Added CodeQL comments to suppress alerts for various hash algorithm usages in cryptography package files for compatibility and backwards compatibility purposes. No functional changes were made.
diff --git a/Solutions/CyberArkAudit/Data Connectors/.python_packages/lib/site-packages/cryptography/hazmat/_oid.py b/Solutions/CyberArkAudit/Data Connectors/.python_packages/lib/site-packages/cryptography/hazmat/_oid.py
@@ -124,27 +124,27 @@ class SignatureAlgorithmOID:
 
 _SIG_OIDS_TO_HASH: dict[ObjectIdentifier, hashes.HashAlgorithm | None] = {
     SignatureAlgorithmOID.RSA_WITH_MD5: hashes.MD5(),                   # CodeQL [SM02167] This is for compatibility.
-    SignatureAlgorithmOID.RSA_WITH_SHA1: hashes.SHA1(),
-    SignatureAlgorithmOID._RSA_WITH_SHA1: hashes.SHA1(),
-    SignatureAlgorithmOID.RSA_WITH_SHA224: hashes.SHA224(),
+    SignatureAlgorithmOID.RSA_WITH_SHA1: hashes.SHA1(),                 # CodeQL [SM02167] This is for compatibility.
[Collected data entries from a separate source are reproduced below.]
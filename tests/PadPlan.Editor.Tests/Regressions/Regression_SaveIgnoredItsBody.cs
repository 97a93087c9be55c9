using System.Net;
using System.Text;

namespace PadPlan.Editor.Tests.Regressions;

/// <summary>Regression (issue 25): /api/save answered 200 to a 70 KB body it never read. Only an edit carries a body now.</summary>
public sealed class Regression_SaveIgnoredItsBody
{
    [Theory]
    [InlineData("/api/save")]
    [InlineData("/api/keep-copy")]
    [InlineData("/api/undo")]
    [InlineData("/api/place")]
    [InlineData("/api/finish")]
    public async Task A_request_that_takes_no_body_refuses_one_and_changes_nothing(string path)
    {
        await using var run = await EditorRun.StartAsync();
        var before = await File.ReadAllBytesAsync(run.ProjectPath);
        using var client = run.Client();
        using var body = new StringContent(new string('x', 60 * 1024), Encoding.UTF8, "text/plain");
        var response = await client.PostAsync(path, body);
        // RFC 9110, 15.5.1: 400 Bad Request, the server will not process a request it sees as a client error.
        Assert.Equal(HttpStatusCode.BadRequest, response.StatusCode);
        Assert.Contains("takes no body", await response.Content.ReadAsStringAsync(), StringComparison.Ordinal);
        Assert.Equal(before, await File.ReadAllBytesAsync(run.ProjectPath));
        Assert.Single(Directory.GetFiles(run.Folder, "*.padplan.json"));
    }

    [Fact]
    public async Task The_same_requests_without_a_body_still_work()
    {
        await using var run = await EditorRun.StartAsync();
        using var client = run.Client();
        Assert.Equal(HttpStatusCode.OK, (await client.PostAsync("/api/save", null)).StatusCode);
    }
}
+    SignatureAlgorithmOID._RSA_WITH_SHA1: hashes.SHA1(),                # CodeQL [SM02167] This is for compatibility.   
+    SignatureAlgorithmOID.RSA_WITH_SHA224: hashes.SHA224(),             # CodeQL [SM02167] This is for compatibility.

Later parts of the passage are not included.